What was your favourite book as a child?  

My favourite book as a child was called Mr Peepers and the Golden Treasure. Was it a master work that lasted the test of time? No, it was not. But it was a testament to how attractive lift-a-flaps were to children in the nineteen-eighties, a wholesome precursor to the phenomenon of unboxing videos. Fortunately, later on I found The Hobbit, which was such an immersive and transcendent experience for me. I remember when I was reading it even my breakfast tasted different, as if I was eating it in the house of Beorn, not the suburbs of Western Sydney. 

What has it been like to work with illustrator Vyara – and what is your favourite illustration in the book?  

Vyara is an emerging wonder. I also like to create illustrations and I am completely humbled by her talent. Working with her was so inspiring, as she was really open in sharing her process and was very enthusiastic to include little details of our family life in her work. I thought that was really very generous and touching. The moment I saw her drawing the blanket on the first spread, I knew it was going to be a beautiful book. Vyara is a very warm and caring person and this shines through in the details that are laced throughout her work. Just look at the humanity in her characters. 

If I had to choose a favourite spread, it would be the final pages, where the day is over and the characters are sharing a picture book together, if you look closely, you’ll see its Child of Galaxies. It is such a tender image and there is also an acceptance in the father that things will change, and that is okay.  

What has been your favourite part of the process of creating A Day That’s Ours?  

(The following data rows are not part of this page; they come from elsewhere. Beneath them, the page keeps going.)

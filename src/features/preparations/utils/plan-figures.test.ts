import { readFileSync } from 'node:fs';
import { describe, expect, it } from 'vitest';
import { evaluatePlan, parsePlan } from '../../../../shared/uncertainty';
import { dilutionComparison, planFigures, relativeVarianceByStep } from './plan-figures';

const fixturePlan = (name: string) =>
  parsePlan(JSON.parse(readFileSync(new URL(`../../../../tests/fixtures/plans/${name}`, import.meta.url), 'utf8')));

const flask = (nominalMl: number) => ({ kind: 'volumetricFlask', nominalMl });

describe('planFigures', () => {
  it('counts the solid weighed, the dilutions and the solution not carried forward', () => {
    const figures = planFigures({
      steps: [
        { kind: 'weighSolid', netMassG: 0.1599 },
        { kind: 'makeUpToVolume', flask: flask(100) },
        { kind: 'pipetteAliquot', volumeMl: 10 },
        { kind: 'makeUpToVolume', flask: flask(100) },
      ],
    });
    // 100 mL stock minus the 10 mL aliquot is waste; the last 100 mL flask is the product.
    expect(figures).toEqual({
      dilutionSteps: 1,
      materialUsed: { massG: 0.1599 },
      wasteMl: 90,
      wasteG: 0,
      productMl: 100,
    });
  });

  it('counts the certified solution pipetted as material, not as a dilution', () => {
    const figures = planFigures({
      steps: [
        { kind: 'startFromCertifiedSolution' },
        { kind: 'pipetteAliquot', volumeMl: 1 },
        { kind: 'makeUpToVolume', flask: flask(100) },
        { kind: 'pipetteAliquot', volumeMl: 1 },
        { kind: 'makeUpToVolume', flask: flask(100) },
      ],
    });
    expect(figures).toEqual({
      dilutionSteps: 1,
      materialUsed: { volumeMl: 1 },
      wasteMl: 99,
      wasteG: 0,
      productMl: 100,
    });
  });
});

describe('dilutionComparison', () => {
  it('says whether the extra dilution lowers the relative expanded uncertainty', () => {
    expect(
      dilutionComparison(
        { title: 'A', dilutionSteps: 1, relativeU: 0.0038 },
        { title: 'B', dilutionSteps: 2, relativeU: 0.0046 },
      ),
    ).toBe(
      '“B” uses 1 more dilution step than “A” (2 against 1); relative U 0.46 % against 0.38 %: the extra step raises the total uncertainty.',
    );
    expect(
      dilutionComparison(
        { title: 'A', dilutionSteps: 2, relativeU: 0.0031 },
        { title: 'B', dilutionSteps: 1, relativeU: 0.0038 },
      ),
    ).toContain('the extra step lowers the total uncertainty');
  });
});

describe('relativeVarianceByStep (the compare chart)', () => {
  // Selenium working standard: the piston pipette PP-07 delivers both aliquots (steps 2 and 4), so its calibration
  // offset is one source shared by the two steps.
  const twoPipettings = evaluatePlan(fixturePlan('selenium-working-standard.json'));
  const oneStep = evaluatePlan(fixturePlan('sodium-chloride-molality.json'));

  it('adds up to each preparation’s (u_c/y)² with the pipette used twice as a bar of its own (JCGM 100:2008 5.1.2: variances add)', () => {
    const bars = relativeVarianceByStep([
      { key: 'twice', budget: twoPipettings },
      { key: 'once', budget: oneStep },
    ]);
    expect(bars.map((bar) => bar.step)).toContain('Shared by steps 2 and 4');
    for (const [key, budget] of [
      ['twice', twoPipettings],
      ['once', oneStep],
    ] as const) {
      const total = bars.reduce((sum, bar) => sum + (typeof bar[key] === 'number' ? bar[key] : 0), 0);
      const expected = ((100 * budget.standardUncertainty) / budget.value) ** 2;
      expect(total).toBeGreaterThan(0);
      expect(Math.abs(total - expected) / expected).toBeLessThan(1e-12);
    }
  });

  it('puts the steps in order and the shared groups after them', () => {
    const bars = relativeVarianceByStep([{ key: 'p1', budget: twoPipettings }]);
    expect(bars.map((bar) => bar.step)).toEqual([
      'Step 1',
      'Step 2',
      'Step 3',
      'Step 4',
      'Step 5',
      'Shared by steps 2 and 4',
    ]);
    // The shared pipette offset dominates this budget (its share of the variance, as the record states it).
    const shared = twoPipettings.byStep.find((group) => group.key === '1+3')!;
    expect(shared.indexPercent).toBeGreaterThan(50);
  });
});
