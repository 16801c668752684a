import type { EquipmentItem } from '../../../../shared/contracts/library';
import type { DraftStep } from './plan-draft';
import { STEP_KINDS } from './step-kinds';

/**
 * Names a budget group (BudgetGroup.key: "0", or "1+3" for an item shared by steps 2 and 4):
 * "Step 1 · Weigh the solid (BAL-05)", "Shared by steps 2, 4".
 */
export function stepNamer(steps: DraftStep[], materialId: string, library: Map<string, EquipmentItem>) {
  return (key: string): string => {
    const indices = key.split('+').map(Number);
    if (indices.length > 1) return `Shared by steps ${indices.map((index) => index + 1).join(', ')}`;
    const step = steps[indices[0]];
    if (!step) return `Step ${indices[0] + 1}`;
    const code = library.get(step.equipmentId)?.code ?? (indices[0] === 0 ? library.get(materialId)?.code : undefined);
    return `Step ${indices[0] + 1} · ${STEP_KINDS[step.kind].label}${code ? ` (${code})` : ''}`;
  };
}
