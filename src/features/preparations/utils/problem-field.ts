import type { PlanProblem } from '../../../../shared/contracts/preparations';

/**
 * Where a problem is shown in the editor:
 * 'title' | 'material' | 'materialOverride' | 'analyte' | 'outputUnit' | 'labTemperatureC' | 'plan' |
 * `step-${i}-equipment` | `step-${i}-override` | `step-${i}-quantity` | `step-${i}-container` |
 * `step-${i}-source-${j}` | `step-${i}`.
 */
export function problemField(problem: PlanProblem): string {
  const [first, second, third, fourth] = problem.path;
  if (first === 'title') return 'title';
  if (first === 'material') return second === 'override' ? 'materialOverride' : 'material';
  if (first === 'analyte') return 'analyte';
  if (first === 'settings')
    return second === 'outputUnit' ? 'outputUnit' : second === 'labTemperatureC' ? 'labTemperatureC' : 'plan';
  if (first === 'steps' && typeof second === 'number') {
    if (third === 'material') return 'material';
    if (third === 'balance' || third === 'flask' || third === 'pipette')
      return fourth === 'override' ? `step-${second}-override` : `step-${second}-equipment`;
    if (third === 'netMassG' || third === 'volumeMl' || third === 'finalMassG' || third === 'solventMassG')
      return `step-${second}-quantity`;
    if (third === 'containerMassG') return `step-${second}-container`;
    if (third === 'extraSources' && typeof fourth === 'number') return `step-${second}-source-${fourth}`;
    return `step-${second}`;
  }
  return 'plan';
}
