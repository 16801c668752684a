import { join, dirname } from 'node:path';
import { loadEnv } from '../config/env';
import { backupDatabase } from '../db/backup';
import { systemClock } from '../lib/clock';

/** `npm run backup [-- <file>]`: an online, consistent copy of the database (default data/backups/…). */
const env = loadEnv();
if (env.DATABASE_URL) {
  console.error(
    'DATABASE_URL is set: back up PostgreSQL with its own tools (pg_dump), and copy DILUTRACE_FILES/certificates too.',
  );
  process.exit(2);
}
const stamp = systemClock.now().toISOString().replace(/[:.]/g, '-');
const destination = process.argv[2] ?? join(dirname(env.DILUTRACE_DB), 'backups', `dilutrace-${stamp}.sqlite`);
try {
  const { pages } = await backupDatabase(env.DILUTRACE_DB, destination);
  console.log(
    `Backed up ${env.DILUTRACE_DB} to ${destination} (${pages} pages, integrity ok; sessions and the session secret left out).`,
  );
  console.log('Certificates are files: copy the certificates folder beside the database too.');
} catch (error) {
  console.error((error as Error).message);
  process.exitCode = 1;
}
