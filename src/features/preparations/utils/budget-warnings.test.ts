import { describe, expect, it } from 'vitest';
import { warningText } from '../../../../shared/contracts/warning-text';
import { DEMO_LIBRARY_BY_ID, DEMO_POLICY } from '../test-support/demo-library';
import { placedWarnings } from './budget-warnings';
import { checkDraft, evaluateDraft, evaluationKey, problemLine } from './evaluate-draft';
import { emptyStep, type PlanDraft } from './plan-draft';

/** The demo lead standard weighed on the four-place BAL-04 (calibration overdue, used with a reason). */
function leadOnFourPlaceBalance(netMassG: string): PlanDraft {
  const step = (kind: Parameters<typeof emptyStep>[0], equipmentId: string, quantity = '') => ({
    ...emptyStep(kind),
    equipmentId,
    quantity,
  });
  return {
    title: 'Pb 100 mg/L',
    materialId: '8',
    analyte: 'Pb',
    outputUnit: 'mg/L',
    labTemperatureC: '20',
    overrides: { '2': 'Checked with a 100 g weight today' },
    seed: 42,
    steps: [
      step('weighSolid', '2', netMassG),
      step('makeUpToVolume', '3'),
      step('pipetteAliquot', '6', '10'),
      step('makeUpToVolume', '4'),
    ],
  };
}

function liveBudget(draft: PlanDraft, minimumWeightRule: boolean) {
  const evaluation = evaluateDraft(draft, DEMO_LIBRARY_BY_ID, { ...DEMO_POLICY, minimumWeightRule });
  if (!evaluation.ok) throw new Error(evaluation.problem.message);
  return evaluation.budget;
}

describe('the planner’s live warnings', () => {
  // BAL-04: s = 0.08 mg, d = 0.1 mg, so m_min = 2000·max(s, 0.41·d) = 0.160 g (USP <41>).
  it('keep the belowMinimumWeight warning while the lab applies the rule', () => {
    const budget = liveBudget(leadOnFourPlaceBalance('0.1599'), true);
    expect(budget.warnings.map((warning) => warning.code)).toEqual(['belowMinimumWeight']);
    expect(budget.warnings[0].stepIndex).toBe(0);
  });

  it('drop it by its code when the lab switches the rule off', () => {
    expect(liveBudget(leadOnFourPlaceBalance('0.1599'), false).warnings).toEqual([]);
  });

  it('place each warning on its step: minimum weight, a dominant step, a flagged item', () => {
    const draft = leadOnFourPlaceBalance('0.1000');
    const budget = liveBudget(draft, true);
    const warnings = placedWarnings({ budget, warnings: budget.warnings }, draft, DEMO_LIBRARY_BY_ID);
    expect(warnings.map((warning) => [warning.code, 'stepIndex' in warning ? warning.stepIndex : null])).toEqual([
      ['belowMinimumWeight', 0],
      ['dominantStep', 0],
      ['flaggedItem', 0],
    ]);
    const [, dominant, flagged] = warnings.map(warningText);
    const percent = Math.round(budget.byStep[0].indexPercent);
    expect(percent).toBeGreaterThan(50);
    expect(dominant).toBe(
      `Step 1 (weigh the solid) contributes ${percent} % of the variance: better equipment here lowers the uncertainty most.`,
    );
    expect(flagged).toBe('BAL-04: calibration overdue.');
  });

  // CIAAW 2021: Pb [206.14, 207.94], u = 0.52 g/mol, 0.16 % of M(Pb(NO3)2): on the five-place BAL-05 with 1.6 g it
  // outweighs the balance, so step 1 dominates through the atomic weight and the purity, not through equipment.
  it('do not advise better equipment when the dominant step is dominated by the material (atomic weight, purity)', () => {
    const draft: PlanDraft = {
      ...leadOnFourPlaceBalance('1.5990'),
      outputUnit: 'mmol/L',
      overrides: {},
      steps: [
        { ...emptyStep('weighSolid'), equipmentId: '1', quantity: '1.5990' },
        { ...emptyStep('makeUpToVolume'), equipmentId: '3' },
      ],
    };
    const budget = liveBudget(draft, true);
    const warnings = placedWarnings({ budget, warnings: budget.warnings }, draft, DEMO_LIBRARY_BY_ID);
    const dominant = warnings.find((warning) => warning.code === 'dominantStep');
    expect(dominant).toMatchObject({ stepIndex: 0, params: { lowerableByEquipment: false } });
    expect(warningText(dominant!)).toMatch(/mostly from the material .*better equipment would not lower it/);
    expect(warningText(dominant!)).not.toMatch(/better equipment here lowers/);
    const atomicWeight = warnings.find((warning) => warning.code === 'dominantAtomicWeight');
    expect(atomicWeight && warningText(atomicWeight)).toMatch(
      /^The standard atomic weight of Pb contributes \d+ % of the variance: the lot's atomic weight or molar mass from its certificate would lower it; better glassware or a better balance would not\.$/,
    );
  });

  it('name no dominant step when no step holds more than half of the variance', () => {
    const draft = leadOnFourPlaceBalance('0.1599');
    const budget = liveBudget(draft, true);
    expect(budget.byStep.length).toBe(4);
    expect(Math.max(...budget.byStep.map((group) => group.indexPercent))).toBeLessThan(50);
    expect(
      placedWarnings({ budget, warnings: budget.warnings }, draft, DEMO_LIBRARY_BY_ID).map((warning) => warning.code),
    ).not.toContain('dominantStep');
  });

  it('of a stored version are the snapshot’s, as the policy kept them, not the budget’s own list', () => {
    // A snapshot computed with the rule off: the budget keeps what the engine raised, `warnings` is empty
    // (server/preparations/compute-snapshot.ts). The read-only planner showed the budget's list before.
    const draft = leadOnFourPlaceBalance('0.1599');
    const budget = liveBudget(draft, true);
    expect(budget.warnings.map((warning) => warning.code)).toEqual(['belowMinimumWeight']);
    const codes = placedWarnings({ budget, warnings: [] }, draft, DEMO_LIBRARY_BY_ID).map((warning) => warning.code);
    expect(codes).toEqual(['flaggedItem']);
  });
});

describe('a policy change in an open planner', () => {
  it('changes what the planner shows even though the plan it computes is the same', () => {
    const draft = leadOnFourPlaceBalance('0.1599');
    const on = evaluateDraft(draft, DEMO_LIBRARY_BY_ID, { ...DEMO_POLICY, minimumWeightRule: true });
    const off = evaluateDraft(draft, DEMO_LIBRARY_BY_ID, { ...DEMO_POLICY, minimumWeightRule: false });
    if (!on.ok || !off.ok) throw new Error('the demo plan computes');
    expect(on.plan).toEqual(off.plan);
    // The workspace reuses an evaluation whose key is unchanged: a key of the plan alone kept the old warning.
    expect(evaluationKey(on)).not.toBe(evaluationKey(off));
    expect(evaluationKey(on)).toBe(
      evaluationKey(evaluateDraft(draft, DEMO_LIBRARY_BY_ID, { ...DEMO_POLICY, minimumWeightRule: true })),
    );
  });
});

describe('the save line of a draft that is not a plan yet', () => {
  it('names the step and the field in the planner’s words, never a field path', () => {
    const draft = leadOnFourPlaceBalance('0.1599');
    const withoutPipette = { ...draft, steps: draft.steps.map((s, i) => (i === 2 ? { ...s, equipmentId: '' } : s)) };
    const problem = checkDraft(withoutPipette, DEMO_LIBRARY_BY_ID);
    expect(problem).not.toBeNull();
    expect(problemLine(problem!)).toBe('step 3: Choose the pipette from the lab’s library.');
  });
});
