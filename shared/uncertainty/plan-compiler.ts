import { massOnThePan, type AirBuoyancySetting } from './air-buoyancy';
import { standardAtomicWeights, type AtomicWeightTable } from './atomic-weights';
import { weighByDifference } from './balance-weighing';
import {
  certifiedSolutionDensity,
  knownCertifiedSolutionDensity,
  type DensityValue,
} from './certified-solution-density';
import { parseFormula, type Composition } from './chemical-formula';
import { analyteCountIn, hasCertificateComposition, materialMolarMassNodes, molarMassNode } from './composition-nodes';
import { addAbsoluteExtraSources, applyRelativeExtraSources } from './extra-sources';
import { checkFlaskHoldsNoSolution } from './flask-use';
import { ModelBuilder, type NodeReference } from './model-builder';
import type { CompiledModel } from './model-types';
import { parsePlan } from './parse-plan';
import { PlanError } from './plan-error';
import { checkAliquotFromSolution, checkPortionFitsMakeUp, type Amount } from './plan-plausibility';
import { settingsWithDefaults, type Plan, type PlanInput, type PlanStep } from './plan-schema';
import type { StepContext } from './step-context';
import { unitOf } from './units';
import { glasswareVolume, pistonVolume } from './volume-delivery';
import { waterDensityKgPerM3 } from './water-density';

/** Where the preparation stands between steps. */
type ChainState =
  | { kind: 'nothing' }
  /**
   * A quantity of analyte in hand (mg), e.g. a weighed solid or an aliquot not yet diluted;
   * `taken`: the solid's mass, or the aliquot's volume or mass, which the next make-up must hold;
   * `takenDensityGPerMl`: the estimated density of the solution an aliquot was taken from.
   */
  | {
      kind: 'portion';
      amountMg: NodeReference;
      fromSolid: boolean;
      taken: Amount;
      takenDensityGPerMl?: number;
    }
  /**
   * A solution: mass concentration (mg/L), mass fraction (mg/kg) or molality (mol/kg);
   * `density` converts between the first two, asked only when a conversion needs it (`purpose` says which, for
   * a refusal's words); `buoyancyDensity` is what an air-buoyancy correction of a weighing of it uses;
   * `holds` is how much was made (the flask's volume or the final mass) and at which step, when known (not for a
   * certified solution).
   */
  | {
      kind: 'solution';
      basis: 'massConcentration' | 'massFraction' | 'molality';
      value: NodeReference;
      density: (purpose: string) => DensityValue;
      buoyancyDensity: () => DensityValue;
      holds?: { amount: Amount; stepIndex: number };
    };

const basisUnit = { massConcentration: 'mg/L', massFraction: 'mg/kg', molality: 'mol/kg' } as const;

export interface CompileOptions {
  atomicWeights?: AtomicWeightTable;
}

/**
 * Turns a plan into its measurement model (sources + evaluation tape). Validates the plan first.
 * Chain: weighSolid → amount (mg) = m·1000·P·f·(buoyancy), f = n·M(analyte)/M(compound);
 * makeUpToVolume → c = amount·1000/V (mg/L); pipetteAliquot → amount = c·V/1000;
 * weighAliquot → amount = w·m/1000; makeUpToMass → w = amount·1000/m (mg/kg);
 * dissolveInSolvent → b = amount/(M(analyte)·m_solvent) (mol/kg); w = c/ρ, c = w·ρ.
 * @throws PlanError for an invalid plan or an impossible sequence of steps
 */
export function compilePlan(input: PlanInput | Plan, options: CompileOptions = {}): CompiledModel {
  const plan = parsePlan(input);
  const atomicWeights = options.atomicWeights ?? standardAtomicWeights;
  const builder = new ModelBuilder();
  const analyte = parseFormula(plan.analyte.formula, ['analyte', 'formula'], atomicWeights);
  const analyteSymbol = plan.analyte.formula;
  let analyteMolarMass: NodeReference | undefined;
  const analyteMolarMassNode = (stepIndex: number) => {
    analyteMolarMass ??= molarMassNode(builder, analyte, atomicWeights, stepIndex, ['analyte', 'formula']);
    return analyteMolarMass;
  };
  const solutionDensity = solutionDensityNode(builder, plan);
  const waterGPerMl = waterDensityKgPerM3(plan.settings.labTemperatureC) / 1000;
  const airBuoyancy = effectiveAirBuoyancy(plan);
  /** A material's lot values, when its certificate gives them, are the plan's M(analyte) from then on. */
  const adoptAnalyteMolarMass = <Nodes extends { analyte: NodeReference }>(nodes: Nodes) => {
    analyteMolarMass = nodes.analyte;
    return nodes;
  };

  const settings = settingsWithDefaults(plan.settings);
  let state = { kind: 'nothing' } as ChainState;
  plan.steps.forEach((step, stepIndex) => {
    const context: StepContext = {
      builder,
      settings,
      atomicWeights,
      stepIndex,
      path: ['steps', stepIndex],
    };
    checkFlaskHoldsNoSolution(plan.steps, stepIndex);
    state = applyStep(context, step, state, {
      analyte,
      analyteMolarMassNode,
      adoptAnalyteMolarMass,
      solutionDensity,
      waterGPerMl,
      airBuoyancy,
    });
    if (state.kind === 'solution') {
      builder.checkpoint({
        stepIndex,
        label: `after step ${stepIndex + 1}`,
        node: state.value,
        unit: basisUnit[state.basis],
      });
    }
  });

  const finalState = state;
  if (finalState.kind !== 'solution') {
    throw new PlanError(
      ['steps', plan.steps.length - 1],
      'The plan ends without a solution; finish with a make-up step (to volume, to mass, or in solvent).',
    );
  }
  const output = unitOf(plan.settings.outputUnit, ['settings', 'outputUnit']);
  const outputNode = convertToUnit(builder, finalState, output, () => analyteMolarMassNode(plan.steps.length - 1));
  const symbol = { massConcentration: 'c', amountConcentration: 'c', massFraction: 'w', molality: 'b' }[
    output.dimension
  ];
  // A quantity per volume is stated at the reference temperature its volumes were corrected to.
  const perVolume = output.dimension === 'massConcentration' || output.dimension === 'amountConcentration';
  const referenceTemperatureC = perVolume ? settings.referenceTemperatureC : undefined;
  return builder.build(outputNode, output.name, `${symbol}(${analyteSymbol})`, referenceTemperatureC);
}

interface SharedNodes {
  analyte: Composition;
  analyteMolarMassNode: (stepIndex: number) => NodeReference;
  adoptAnalyteMolarMass: <Nodes extends { analyte: NodeReference }>(nodes: Nodes) => Nodes;
  /** Density of the solutions the plan prepares: the plan's stated one, or water at the lab temperature. */
  solutionDensity: DensityValue;
  /** Water at the lab temperature (Tanaka et al. 2001), g/mL. */
  waterGPerMl: number;
  airBuoyancy: AirBuoyancySetting | undefined;
}
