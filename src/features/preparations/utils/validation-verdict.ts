import type { GumValidation } from '../../../../shared/uncertainty';
import { formatSignificant } from './format-number';

/** The JCGM 101:2008 §8 comparison in words, with the numbers that decide it. */
export function validationVerdict(validation: GumValidation, unit: string): string {
  const delta = `δ = ${formatSignificant(validation.numericalTolerance, 2)} ${unit}`;
  if (validation.passed) return `The GUM interval is confirmed by Monte Carlo within ${delta}.`;
  return (
    `The GUM interval is not confirmed: the ends differ by ${formatSignificant(validation.lowEndDifference, 2)} ${unit} and ` +
    `${formatSignificant(validation.highEndDifference, 2)} ${unit}, more than ${delta}; report the Monte Carlo interval.`
  );
}
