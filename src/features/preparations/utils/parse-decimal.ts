/**
 * Reads a number as a chemist types it: "0.1599", "0,1599", " 25 ", "1e-3", times 10^powerOfTen, shifted in
 * the decimal text itself so that a change of unit adds no binary remainder: parseDecimal("250", -3) is 0.25
 * exactly as JavaScript reads "0.25", and parseDecimal("123.4", -3) is 0.1234 (123.4 / 1000 would not be).
 * Returns null for empty text and NaN for text that is not a number.
 */
export function parseDecimal(text: string, powerOfTen = 0): number | null {
  const trimmed = text.trim().replace(/\s+/g, '');
  if (trimmed === '') return null;
  const normalised = /^[-+]?\d*,\d+$/.test(trimmed) ? trimmed.replace(',', '.') : trimmed;
  const match = /^([-+]?(?:\d+\.?\d*|\.\d+))(?:e([-+]?\d+))?$/i.exec(normalised);
  if (!match) return Number.NaN;
  return Number(`${match[1]}e${Number(match[2] ?? 0) + powerOfTen}`);
}
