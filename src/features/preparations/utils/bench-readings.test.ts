import { describe, expect, it } from 'vitest';
import type { RecordedReadings } from '../../../../shared/contracts/preparations';
import {
  netFromGrossAndTare,
  placeServerIssues,
  plannedPlan,
  readingsFormSchema,
  readingsFormValues,
  weighingRows,
} from './bench-readings';

const plan = {
  steps: [
    {
      kind: 'weighSolid',
      netMassG: 0.1599,
      balance: { itemId: 'BAL-05', readabilityG: 0.00001 },
      material: { itemId: 'RM-PBN-01', name: 'Lead(II) nitrate' },
    },
    { kind: 'makeUpToVolume', flask: { itemId: 'VF-100-A' } },
    { kind: 'weighAliquot', netMassG: 2.5, balance: { itemId: 'BAL-04', readabilityG: 0.0001 } },
  ],
};

describe('netFromGrossAndTare', () => {
  it('subtracts the tare from the gross to the decimals typed, without binary remainders', () => {
    // 12.34567 − 12.18577 is 0.15990000000000038 in double precision; the balance showed five decimals.
    expect(netFromGrossAndTare('12.18577', '12.34567')).toBe('0.15990');
    expect(netFromGrossAndTare('12,1', '14.62')).toBe('2.52');
    expect(netFromGrossAndTare('0', '2.5001')).toBe('2.5001');
  });

  it('gives nothing while a value is missing, not a number, or the gross is not above the tare', () => {
    expect(netFromGrossAndTare('', '12.34567')).toBeNull();
    expect(netFromGrossAndTare('12.18577', '')).toBeNull();
    expect(netFromGrossAndTare('12.1x', '12.34567')).toBeNull();
    expect(netFromGrossAndTare('12.34567', '12.18577')).toBeNull();
  });
});

describe('weighingRows', () => {
  it('lists only the weighing steps, with the planned mass to the balance readability', () => {
    const rows = weighingRows(plan, null);
    expect(rows.map((row) => [row.stepIndex, row.what, row.field, row.plannedText])).toEqual([
      [0, 'On BAL-05: Lead(II) nitrate', 'netMassG', '0.15990'],
      [2, 'On BAL-04: aliquot of the solution', 'netMassG', '2.5000'],
    ]);
  });

  it('reads the planned mass back from the readings once the plan holds the mass weighed', () => {
    const readings: RecordedReadings = {
      recordedAt: '2026-12-02T10:00:00.000Z',
      recordedBy: 'Ana Analyst',
      deviations: '',
      readings: [
        { stepIndex: 0, field: 'netMassG', plannedG: 0.1599, actualG: 0.1602, tareG: 12.18577, grossG: 12.34597 },
      ],
    };
    const weighed = { steps: [{ ...plan.steps[0], netMassG: 0.1602 }, plan.steps[1], plan.steps[2]] };
    expect(weighingRows(weighed, readings)[0]).toMatchObject({
      plannedG: 0.1599,
      plannedText: '0.15990',
      recorded: { actualG: 0.1602 },
    });
    expect(readingsFormValues(weighingRows(weighed, readings), readings).readings[0]).toEqual({
      stepIndex: 0,
      tareG: '12.18577',
      grossG: '12.34597',
      actualMassG: '0.16020',
    });
    expect((plannedPlan(weighed, readings).steps as { netMassG?: number }[])[0].netMassG).toBe(0.1599);
  });
});

describe('readingsFormSchema', () => {
  const typed = (rows: [string, string, string][], deviations = '') => ({
    readings: rows.map(([tareG, grossG, actualMassG], index) => ({
      stepIndex: [0, 2][index],
      tareG,
      grossG,
      actualMassG,
    })),
    deviations,
  });
  /** The problems found, keyed by the path the form's boxes and the server share. */
  const problems = (values: ReturnType<typeof typed>) => {
    const parsed = readingsFormSchema.safeParse(values);
    expect(parsed.success).toBe(false);
    return Object.fromEntries((parsed.error?.issues ?? []).map((issue) => [issue.path.join('.'), issue.message]));
  };

  it('builds the request in the order of the rows, with tare and gross when typed', () => {
    const parsed = readingsFormSchema.parse(
      typed(
        [
          ['12.18577', '12.34567', '0.15990'],
          ['', '', '2,4988'],
        ],
        ' Flask rinsed twice. ',
      ),
    );
    expect(parsed).toEqual({
      readings: [
        { stepIndex: 0, actualMassG: 0.1599, tareG: 12.18577, grossG: 12.34567 },
        { stepIndex: 2, actualMassG: 2.4988 },
      ],
      deviations: 'Flask rinsed twice.',
    });
  });

  it('puts each problem on its field under the path the server uses, in the shared schema’s words', () => {
    expect(
      problems(
        typed([
          ['12.3', '12.1', ''],
          ['', '', '2.5g'],
        ]),
      ),
    ).toEqual({
      'readings.0.grossG': 'The gross must be more than the tare.',
      'readings.0.actualMassG': 'Enter the net mass weighed, or the tare and gross.',
      'readings.1.actualMassG': 'Enter the mass as a number, e.g. 0.15990.',
    });
  });

  it('words a negative tare and a mass of zero for the chemist', () => {
    expect(problems(typed([['-1', '', '0']]))).toEqual({
      'readings.0.tareG': 'The tare cannot be negative.',
      'readings.0.actualMassG': 'The mass weighed must be greater than zero.',
    });
  });
});

describe('placeServerIssues', () => {
  it('maps the server’s paths, and a plan problem of step 3 onto that step’s row', () => {
    const rows = weighingRows(plan, null);
    const placed = placeServerIssues(rows, [
      { path: 'readings.0.actualMassG', message: 'Gross − tare is 0.159900 g, not 0.16 g.' },
      { path: 'plan.steps.2.netMassG', message: 'The aliquot is larger than the solution.' },
      { path: 'plan.settings', message: 'Something else.' },
    ]);
    expect(placed.errors).toEqual({
      'readings.0.actualMassG': 'Gross − tare is 0.159900 g, not 0.16 g.',
      'readings.1.actualMassG': 'The aliquot is larger than the solution.',
    });
    expect(placed.unplaced).toEqual(['Something else.']);
  });
});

My favourite part was how the book emerged from a very short and simple poem that was commissioned by a friend. I never intended for it to become a text, but I looked at it one day and wrote an early version of the book. After many, many more iterations under the guidance of the editors, it became A Day That’s Ours. It was a very different process to Child of Galaxies, where the text was almost fully formed in about thirty-minutes. I still wasn’t completely sure it could work until I saw Vyara’s illustration pitch. She captured the sentiment so perfectly. So, I like how creating this book was a very collaborative process between the editors, the illustrator and myself. 

And finally – if you could steal a day, what would you do with it?   

I would step outside the door with a packed lunch, a pen in hand and no particular destination. 


A Day That’s Ours

Written by Blake Nuto & illustrated by Vyara Boyadjieva

In this heart-warming, poetic story, a father and child share the last few moments of quiet before the school year begins. They take the time to notice each detail as they spend their special day together – from making a special pancake breakfast to noticing each spider’s web and falling feather. A moving story for parents to share with their little ones as they take their first steps into school or nursery.